Eisige Kälte

Langsam näherte sich das kleine Raumschiff des Expeditionsteams dem Planeten. Es war schon etwas in die Jahre gekommen, aber es leistete noch immer gute Dienste. Professor Collin und seine Studenten hatten sich schon seit Monaten auf diese Expedition vorbereitet. Kein anderes Team von Exo-Archäologen war so gut ausgerüstet, um Spuren untergegangener Kulturen auf vereisten Planeten aufzuspüren. Auf dem Bildschirm sahen sie schon lange ein Bild des wolkenverhüllten Planeten, aber als sie sich seiner Atmosphäre näherten, war der Anblick überwältigend. Dichte, weiße Wolken hüllten den größten Teil des Planeten ein und reflektierten das meiste Sonnenlicht. Die spärlichen Reste, die doch hindurchkamen, wurden von einem dicken Eispanzer in den Weltraum zurückgeworfen. Als sie durch die Wolken tauchten und die Scheinwerfer einschalteten, blickten sie auf eine lebensfeindliche Eiswüste mit Temperaturen weit unter dem Gefrierpunkt.

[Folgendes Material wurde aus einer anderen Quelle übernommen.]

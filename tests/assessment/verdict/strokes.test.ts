import { describe, expect, it } from 'vitest'
import { runCase } from '../../../scripts/simulatedCases'
import { drawShortWindow, WINDOW_CONDITIONS, WINDOW_TYPES, type WindowCondition } from '../../../shared/assessment/simulation/drawShortWindow'
import { seededRandom } from '../../../shared/assessment/statistics/seededRandom'
import { createHeStiction } from '../../../shared/assessment/valve/models/heStiction'
import { createKanoStiction } from '../../../shared/assessment/valve/models/kanoStiction'
import { EVIDENCE_TEXTS } from '../../../shared/assessment/verdict/evidenceTexts'
import { FEATURES, SHORT_FEATURES, type FeatureValues } from '../../../shared/assessment/verdict/gatherFeatures'
import { posteriorOf, type LikelihoodTable } from '../../../shared/assessment/verdict/likelihoods'
import { SLIP_TABLE, type SlipTable } from '../../../shared/assessment/verdict/slipTable'
import { standsAndJumps, type StandOptions } from '../../../shared/assessment/verdict/standsAndJumps'
import { stickRuns } from '../../../shared/assessment/verdict/stickRuns'

const options: StandOptions = { sign: 1, noise: 0.05, quantum: 0, pvSpan: 100, opSpan: 100, width: 2, bends: false }
const noisy = (x: Float64Array, deviation: number, seed: number) => { const random = seededRandom(seed); return x.map(v => v + deviation * random.normal()) }
const constant = (n: number, value: number) => new Float64Array(n).fill(value)

describe('standsAndJumps', () => {
  // He, Wang, Pottmann, Qin 2007: behind a ramp the stem climbs stairs of J = fs - fd, each after a rest in which the command moves on by J
  const ramp = Float64Array.from({ length: 700 }, (_, i) => 30 + i * 0.05)
  const he = createHeStiction({ stickBand: 6, slipJump: 4, initial: 30 })
  const stairs = noisy(ramp.map(he), 0.05, 4)
  const above = constant(700, 75)

  it('counts the stairs of the published model, each after as much travel as it is high', () => {
    // first step after fs = 5, then one for each 4: travel 35 makes 1 + floor(30 / 4) = 8
    const found = standsAndJumps(stairs, ramp, above, options)
    expect([found.looked, found.slips]).toEqual([8, 8])
    // the samples next to the jumps are left out of the travel: 7 of 80
    expect(found.travel).toBeGreaterThan(0.85)
    expect(found.travel).toBeLessThan(1)
    expect(Math.abs(found.follow)).toBeLessThan(0.05)
    expect(Math.abs(found.standGain)).toBeLessThan(0.05)
  })

  it('counts the jumps after each turn of a triangle, by the model of Kano and others 2004', () => {
    // S = 6, J = 4 on a triangle of +-6, six flanks: after each turn the stem stands while the command travels 6, jumps by 4, then follows
    const triangle = Float64Array.from({ length: 720 }, (_, i) => { const p = i % 240; return 50 + (p < 120 ? -6 + p * 0.1 : 6 - (p - 120) * 0.1) })
    const pv = noisy(triangle.map(createKanoStiction({ stickBand: 6, slipJump: 4, initial: 50 })), 0.05, 5)
    const found = standsAndJumps(pv, triangle, null, options)
    expect([found.looked, found.slips]).toEqual([6, 6])
    // S / J = 1.5, less the samples next to turn and jump
    expect(found.travel).toBeGreaterThan(1.2)
    expect(found.travel).toBeLessThan(1.5)
    expect(Math.abs(found.standGain)).toBeLessThan(0.05)
  })

  it('counts none behind a sound valve: neither where PV follows, nor where a load throws it off', () => {
    expect(standsAndJumps(noisy(ramp, 0.05, 4), ramp, above, options).slips).toBe(0)
    // load steps from rest, each worked off by integral action: away from the set point, and against what the output did
    let e = 0
    let u = 50
    const op = new Float64Array(700)
    const pv = Float64Array.from({ length: 700 }, (_, i) => { const load = i % 200 < 100 ? 0 : 5; e = 50 - (u - 50 + 50 + load); u += 0.1 * e; op[i] = u; return 50 - e })
    const found = standsAndJumps(noisy(pv, 0.05, 6), op, constant(700, 50), options)
    expect(found.looked).toBeGreaterThan(3)
    expect(found.slips).toBe(0)
  })

  it('lays no jump to the valve that the set point made, nor one that the output made', () => {
    expect(standsAndJumps(stairs, ramp, stairs.map(v => v + 1), options).looked).toBe(0)
    expect(standsAndJumps(stairs, stairs, above, options).slips).toBe(0)
  })

  it('says the same of a reversed process, other units and another working point', () => {
    const found = standsAndJumps(stairs, ramp, above, options)
    const same = (f: typeof found) => { expect([f.looked, f.slips]).toEqual([found.looked, found.slips]); expect(f.travel).toBeCloseTo(found.travel, 6); expect(f.offset).toBeCloseTo(found.offset, 6) }
    same(standsAndJumps(stairs.map(v => -v), ramp, above.map(v => -v), { ...options, sign: -1 }))
    same(standsAndJumps(stairs.map(v => 40 + 8 * v), ramp.map(v => 2.55 * v), above.map(v => 40 + 8 * v), { ...options, noise: 0.4, pvSpan: 800, opSpan: 255 }))
    expect(standsAndJumps(stairs, ramp, above, { ...options, sign: -1 }).slips).toBe(0)
  })

  it('sees the bends of an integrating process', () => {
    // a tank: outflow constant, inflow a stem that stands at 45, then at 55; the output ramps the way that asks for each slip
    const stem = (i: number) => (Math.floor(i / 150) % 2 ? 55 : 45)
    let level = 50
    const pv = noisy(Float64Array.from({ length: 750 }, (_, i) => (level += 0.02 * (stem(i) - 50))), 0.05, 7)
    const op = Float64Array.from({ length: 750 }, (_, i) => { const p = i % 300; return 50 + (p < 150 ? -6 + p * 0.08 : 6 - (p - 150) * 0.08) })
    const found = standsAndJumps(pv, op, constant(750, 42.5), { ...options, width: 4, bends: true })
    expect(found.looked).toBe(4)
    expect(standsAndJumps(pv, op, null, { ...options, width: 4, bends: true }).slips).toBe(4)
  })

  it('is silent on standing and short records, refuses misfits, and leaves its arguments alone', () => {
    const none = { looked: 0, slips: 0, travel: NaN, follow: NaN, standGain: NaN, offset: NaN, size: NaN }
    expect(standsAndJumps(constant(700, 50), ramp, above, options)).toEqual(none)
    expect(standsAndJumps(stairs.subarray(0, 20), ramp.subarray(0, 20), null, options)).toEqual(none)
    expect(standsAndJumps(new Float64Array(0), new Float64Array(0), null, options)).toEqual(none)
    expect(() => standsAndJumps(stairs, ramp.subarray(1), null, options)).toThrow(/one length/)
    expect(() => standsAndJumps(stairs, ramp, above.subarray(1), options)).toThrow(/one length/)
    expect(() => standsAndJumps(stairs, ramp, above, { ...options, width: 0 })).toThrow(RangeError)
    const before = [stairs.slice(), ramp.slice(), above.slice()]
    standsAndJumps(stairs, ramp, above, { ...options, bends: true })
    expect([stairs, ramp, above]).toEqual(before)
  })
})

describe('stickRuns', () => {
  const random = seededRandom(21)
  let w = 0
  const op = Float64Array.from({ length: 400 }, (_, i) => { w = 0.98 * w + 0.25 * random.normal(); return 50 + 6 * Math.sin(2 * Math.PI * i / 150) + w })
  const tank = (stem: Float64Array, gain = 0.02) => { let level = 50; return noisy(stem.map(s => (level += gain * (s - 50))), 0.1, 22) }
  it('explains a level behind the stem of He and others 2007 much better than the output does', () => {
    const r = stickRuns(tank(op.map(createHeStiction({ stickBand: 8, slipJump: 5, initial: 50 }))), op, 1)!
    expect(r.explained).toBeGreaterThan(0.9)
    expect(r.gain).toBeGreaterThan(1)
  })
  it('gains nothing behind a sound valve, which explains the level whole', () => {
    const r = stickRuns(tank(op), op, 1)!
    expect(r.explained).toBeGreaterThan(0.97)
    expect(r.gain).toBeLessThan(0.05)
  })
  it('explains nothing with the wrong sign, and does not speak of standing or short signals', () => {
    const falling = tank(op, -0.02)
    expect(stickRuns(falling, op, 1)!.explained).toBeLessThan(0.5)
    expect(stickRuns(falling, op, -1)!.explained).toBeGreaterThan(0.97)
    expect(stickRuns(constant(400, 50), op, 1)).toBeNull()
    expect(stickRuns(op, constant(400, 50), 1)).toBeNull()
    expect(stickRuns(op.subarray(0, 59), op.subarray(0, 59), 1)).toBeNull()
    expect(() => stickRuns(op, op.subarray(1), 1)).toThrow(/one length/)
  })
})

const nothing = () => Object.fromEntries([...FEATURES, ...SHORT_FEATURES].map(f => [f, NaN])) as FeatureValues

describe('second table', () => {
  const first: LikelihoodTable = {
    training: { command: 'by hand', firstSeed: 0, loops: 0, heldOut: 0 }, classes: ['steady', 'huntingValve', 'noise'], base: [0, 0, 0], temperature: 1,
    features: [{ name: 'kurtosis', edges: [2], weights: [[0, 2, 0], [0, 0, 0], [0, 0, 0]], counts: [[0, 0, 0], [0, 0, 0], [0, 0, 0]] }],
  }
  const second: SlipTable = {
    training: { command: 'by hand', firstSeed: 0, windows: 0, heldOut: 0 }, withoutRhythm: { base: 0.4, scale: 0.5 }, withRhythm: { base: -1, scale: 1 },
    features: [{ name: 'jumpSlips', edges: [1.5], weights: [-1, 3, 0], counts: [[0, 0], [0, 0], [0, 0]] }],
  }
  const floored = (p: number) => 0.015 + p * (0.97 - 0.015)
  it('adds its weights to the scaled logit of the first, by whether there is a rhythm; the others keep their proportions', () => {
    // closed form: the first table gives odds 1 : 2, so logit p = 0.4 + 0.5 ln (1/2) + 3
    const p = posteriorOf({ ...nothing(), jumpSlips: 2 }, first, second).probability
    expect(p[1]).toBeCloseTo(floored(1 / (1 + Math.exp(-(0.4 + 0.5 * Math.log(0.5) + 3)))), 12)
    expect(p[0]).toBeCloseTo(p[2], 12)
    expect(p[0] + p[1] + p[2]).toBeCloseTo(1, 12)
    const rhythm = posteriorOf({ ...nothing(), jumpSlips: 0, regularity: 1, kurtosis: 1 }, first, second).probability
    expect(rhythm[1]).toBeCloseTo(floored(1 / (1 + Math.exp(-(-1 + 2 + Math.log(0.5) - 1)))), 12)
  })
  it('is silent where no strokes were looked for', () => {
    expect(posteriorOf(nothing(), first, second).probability).toEqual(posteriorOf(nothing(), first, null).probability)
  })
  it('ships whole, with a sentence for each figure', () => {
    expect(SLIP_TABLE.features.map(f => f.name)).toEqual([...SHORT_FEATURES])
    for (const f of SLIP_TABLE.features) {
      expect([f.weights.length, f.counts.length]).toEqual([f.edges.length + 2, f.edges.length + 2])
      expect(f.counts.flat().reduce((a, b) => a + b, 0)).toBe(SLIP_TABLE.training.windows)
    }
    expect(SLIP_TABLE.training.windows).toBeGreaterThan(1000)
    for (const f of SHORT_FEATURES) for (const x of [0.4, -0.4]) expect(EVIDENCE_TEXTS[f].text(x)).toMatch(/^[A-Z0-9−].*\.$/)
  })
})

describe('drawShortWindow', () => {
  it('gives the same window again: 750 samples in automatic, with its truth', () => {
    for (const condition of WINDOW_CONDITIONS) {
      const w = drawShortWindow(condition, 'flow', 3_100_001)
      expect(drawShortWindow(condition, 'flow', 3_100_001)).toEqual(w)
      expect(w.record.t.length).toBeLessThanOrEqual(750)
      expect(new Set(w.record.mode).has(1)).toBe(false)
      const sticks = condition.startsWith('sticking')
      expect(w.truth.valve.kind === 'sticking').toBe(sticks)
      expect(w.truth.slips > 0).toBe(sticks)
      expect(w.truth.verdict === 'huntingValve').toBe(sticks)
      if (condition !== 'stickingQuick') expect(w.truth.slips).toBeLessThanOrEqual(6)
    }
  })
  it('draws all three published models', () => {
    const models = Array.from({ length: 12 }, (_, s) => drawShortWindow('stickingSlow', 'pressure', 3_100_000 + s).truth.facts.model)
    expect(new Set(models)).toEqual(new Set(['kano', 'choudhury', 'he']))
  })
})

// The truth is what the simulator built in; the seeds are neither those of the calibration nor those of the accuracy.
describe('verdicts on short windows', () => {
  const run = (window: WindowCondition) => (['flow', 'pressure'] as const).flatMap(type => Array.from({ length: window.startsWith('sticking') ? 8 : 3 }, (_, s) => s).flatMap(s => runCase({ cause: 'healthy', window, type, seed: 3_200_000 + s }) ?? []))
  const results = WINDOW_CONDITIONS.flatMap(run)
  it('name most valves that slipped twice or more', () => {
    const slipped = results.filter(r => r.truth === 'huntingValve' && r.slips! >= 2)
    expect(slipped.filter(r => r.verdict === 'huntingValve').length / slipped.length).toBeGreaterThan(0.5)
  })
  it('accuse no more than one sound valve in twenty', () => {
    const sound = results.filter(r => r.truth !== 'huntingValve')
    expect(sound.filter(r => r.verdict === 'huntingValve').length / sound.length).toBeLessThan(0.05)
  })
  it('covers every type', () => expect(WINDOW_TYPES).toContain('level'))
})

"Wir überfliegen jetzt das Suchgebiet", meldete Peter Carson, der älteste der drei Studenten, der das Raumschiff steuerte. "Ausgezeichnet!", freute sich Professor Collin. "David, sehen Sie etwas auf den Magnetfeldsensoren?" David Logan war der Physik-Experte und noch nicht lange im Team. "Noch nichts, Professor. Aber das Magnetfeld des Planeten ist noch immer instabil, wir sollten etwas tiefer gehen." Peter reduzierte die Flughöhe und sie überflogen das Gebiet erneut. "Was ist mit der Topologie?", fragte Professor Collin. Das Stereoradar wurde von Denise Browning bedient, dem jüngsten Mitglied des Teams. Sie hatte in Rekordzeit graduiert und konnte durch bloßes Hinsehen Spuren von Zivilisation erkennen. "Da ist gar nichts. Hier hat er vor kurzem einen heftigen Schneesturm gegeben, die Oberfläche ist absolut glatt."

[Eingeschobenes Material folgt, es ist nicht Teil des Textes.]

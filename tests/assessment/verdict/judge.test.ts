import { describe, expect, it } from 'vitest'
import { buildLedger } from '../../../shared/assessment/ledger/buildLedger'
import { prepareRecord } from '../../../shared/assessment/preparation/prepareRecord'
import { VERDICTS, type TimeSpan } from '../../../shared/assessment/types'
import { EVIDENCE_TEXTS } from '../../../shared/assessment/verdict/evidenceTexts'
import { FEATURES, type FeatureValues } from '../../../shared/assessment/verdict/gatherFeatures'
import { judge, type Facts } from '../../../shared/assessment/verdict/judge'
import { binOf, LIKELIHOODS, posteriorOf, type LikelihoodTable } from '../../../shared/assessment/verdict/likelihoods'
import { NEXT_ACTIONS } from '../../../shared/assessment/verdict/nextActions'
import { weekFrame } from '../../../shared/assessment/week/isoWeek'
import { makeRecord, makeSetup } from '../records'

const nothing = () => Object.fromEntries(FEATURES.map(f => [f, NaN])) as FeatureValues
/** Two causes, one figure: in bin 1 the second cause is e^2 times likelier than the first. */
const table: LikelihoodTable = {
  training: { command: 'by hand', firstSeed: 0, loops: 0, heldOut: 0 }, classes: ['steady', 'huntingValve'], base: [0, 0], temperature: 1,
  features: [{ name: 'kurtosis', edges: [2], weights: [[0, 2], [0, -2], [0, 0]], counts: [[0, 0], [0, 0], [0, 0]] }],
}

describe('likelihoods', () => {
  it('puts a value into its bin: edges belong to the bin above, what is not there to the last', () => {
    expect([-1, 0, 0.5, 1, 9, NaN].map(x => binOf([0, 1], x))).toEqual([0, 1, 1, 2, 2, 3])
    expect(binOf([], 5)).toBe(0)
    expect(binOf([], NaN)).toBe(1)
  })

  it('is the softmax of the sums, with a little left for the others', () => {
    // closed form: odds e^2, then 3 % floor shared out: p = 0.03 + (e^2 / (1 + e^2)) (0.97 - 0.03)
    const p = posteriorOf({ ...nothing(), kurtosis: 1 }, table).probability
    expect(p[1]).toBeCloseTo(0.03 + 0.94 * Math.exp(2) / (1 + Math.exp(2)), 12)
    expect(p[0] + p[1]).toBeCloseTo(1, 12)
    expect(posteriorOf(nothing(), table).probability).toEqual([0.5, 0.5])
    expect(posteriorOf({ ...nothing(), kurtosis: 1 }, { ...table, temperature: 2 }).probability[1]).toBeCloseTo(0.03 + 0.94 * Math.exp(1) / (1 + Math.exp(1)), 12)
  })

  it('ships a whole table: every figure, weights and counts for each bin and cause', () => {
    expect(LIKELIHOODS.features.map(f => f.name)).toEqual([...FEATURES])
    for (const f of LIKELIHOODS.features) {
      expect(f.weights).toHaveLength(f.edges.length + 2)
      expect(f.counts).toHaveLength(f.edges.length + 2)
      for (const row of [...f.weights, ...f.counts]) expect(row).toHaveLength(LIKELIHOODS.classes.length)
      expect([...f.edges].sort((a, b) => a - b)).toEqual(f.edges)
      // each loop of the fit falls into one bin of each figure
      expect(f.counts.flat().reduce((a, b) => a + b, 0)).toBe(LIKELIHOODS.training.loops)
    }
    expect(LIKELIHOODS.training.loops).toBeGreaterThan(1000)
  })
})

const week = weekFrame('2026-W48', 'UTC')
const start = week.hourEdges[0]
/** Two days at a minute; manual, limits and hunting by hour. */
function facts(change: Partial<Facts> & { manual?: number, limit?: number, hunting?: number, off?: number, hours?: number } = {}): Facts {
  const hours = change.hours ?? 48
  const h = (i: number) => Math.floor(i / 60)
  const setup = change.setup ?? makeSetup()
  const prepared = prepareRecord(makeRecord({
    fromMs: start, intervalS: 60, n: hours * 60, pv: i => h(i) >= hours - (change.off ?? 0) ? 55 : 50,
    mode: i => h(i) < (change.manual ?? 0) ? 'MAN' : 'AUTO', op: i => h(i) >= (change.manual ?? 0) && h(i) < (change.manual ?? 0) + (change.limit ?? 0) ? 100 : 40,
  }), setup, week)
  const from = (change.manual ?? 0) + (change.limit ?? 0)
  const episodes: TimeSpan[] = change.hunting ? [{ fromMs: start + from * 3_600_000, toMs: start + (from + change.hunting) * 3_600_000 }] : []
  return {
    setup, prepared, ledger: buildLedger(prepared, setup.tolerance, week, episodes, []), features: nothing(),
    oscillations: change.hunting ? [{ periodS: 600, periodSdS: 1, amplitude: 3, regularity: 5, decay: 0.9, strength: 0.9, episodes }] : [],
    meaningful: 0.5, compression: null, tooSlow: null, tooShort: null, timeInTolerance: 1, ...change,
  }
}

describe('judge', () => {
  it('has a sentence for every verdict and role, and for every figure', () => {
    for (const v of VERDICTS) for (const text of Object.values(NEXT_ACTIONS[v])) expect(text).toMatch(/^[A-Z].{8,160}\.$/)
    for (const f of FEATURES) {
      expect(EVIDENCE_TEXTS[f].text(0.4)).toMatch(/^[A-Z0-9-].*\.$/)
      expect(EVIDENCE_TEXTS[f].source.length).toBeGreaterThan(3)
    }
  })

  it('says no data first', () => {
    const j = judge(facts({ hours: 0 }))
    expect([j.verdict, j.verdictReason]).toEqual(['cannotTell', 'There is no sample in this week.'])
  })

  it('counts manual and limits before any inference, the larger first', () => {
    const j = judge(facts({ manual: 20, limit: 10 }))
    expect([j.verdict, j.confidence]).toEqual(['manual', 0.97])
    expect(j.findings.map(f => [f.verdict, f.hours]).slice(0, 2)).toEqual([['manual', 20], ['saturated', 10]])
    expect(judge(facts({ manual: 8, limit: 12 })).verdict).toBe('saturated')
  })

  it('makes no verdict of an hour in manual', () => {
    expect(judge(facts({ manual: 1 })).verdict).not.toBe('manual')
    expect(judge(facts({ manual: 2, hours: 2 })).verdict).toBe('manual')
  })

  it('gives the reason where the data cannot carry a cause', () => {
    for (const reason of ['The historian has thinned the record.', 'The loop swings every 3 samples.']) {
      const j = judge(facts({ hunting: 30, ...(reason.includes('thinned') ? { compression: reason } : { tooSlow: reason }) }))
      expect([j.verdict, j.verdictReason, j.valveLikely]).toEqual(['cannotTell', reason, false])
      expect(j.findings.find(f => f.verdict === 'cannotTell')!.reason).toBe(reason)
    }
    expect(judge(facts({ tooShort: 'Too short.' })).verdict).toBe('cannotTell')
    // each finding stands once
    const both = judge(facts({ manual: 40, limit: 5, compression: 'The historian has thinned the record.' })).findings.map(f => f.verdict)
    expect(new Set(both).size).toBe(both.length)
    // a thinned record still shows that the loop stood in manual
    expect(judge(facts({ manual: 40, compression: 'The historian has thinned the record.' })).verdict).toBe('manual')
  })

  it('names no hunting cause without OP', () => {
    const f = facts({ hunting: 40 })
    const j = judge({ ...f, prepared: { ...f.prepared, op: null } })
    expect(['cannotTell', 'steady']).toContain(j.verdict)
  })

  it('never accuses the valve of an on-off loop', () => {
    const j = judge(facts({ setup: makeSetup('temperature', { form: 'onOff' }), hunting: 40 }))
    expect([j.verdict, j.findings.some(f => f.verdict === 'huntingValve')]).toEqual(['huntingTuning', false])
  })

  it('gives each item of evidence a side that fits its weight', () => {
    const j = judge(facts({ hunting: 40, features: { ...nothing(), amplitudeVariation: 0.05, phaseWander: 0.01, regularity: 3, kurtosis: 1.5, huntingShare: 1, strength: 0.97 } }))
    const items = j.findings.flatMap(f => f.evidence)
    expect(items.length).toBeGreaterThan(0)
    for (const e of items) expect(e.says).toBe(e.weight > 0.1 ? 'for' : e.weight < -0.1 ? 'against' : 'silent')
  })
})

Professor Collin wurde allmählich unruhig. Er hatte das Suchgebiet sehr sorgsam ausgewählt, genau an dieser Stelle hätte sie sein müssen, die versunkene Stadt. "Peter, bringen Sie uns weiter nach Osten. Vielleicht hat die Dynamik des Eispanzers die Ruinen zum Meer verschoben." Immer weiter flogen Sie nach Osten. "Da sind Strukturen!", rief Denise in heller Aufregung. "Rechteckige Strukturen, wie mit dem Lineal gezogen. Der Größe nach könnten es Gebäude oder ganze Straßenzüge sein." Unter dem Schnee zeichneten sich die Umrisse einer Stadt ab. Professor Collin blickte voll Spannung auf den Bildschirm, der dir rechteckigen Erhebungen zeigte. "Dann existiert sie also wirklich. Wie hoch mögen diese Gebäude sein? 200m? Oder mehr? Diese Stadt sieht aus, als wäre sie auf dem Reißbrett entworfen worden, perfekt und geometrisch. Jetzt müssen wir nur noch ihr Wahrzeichen finden!"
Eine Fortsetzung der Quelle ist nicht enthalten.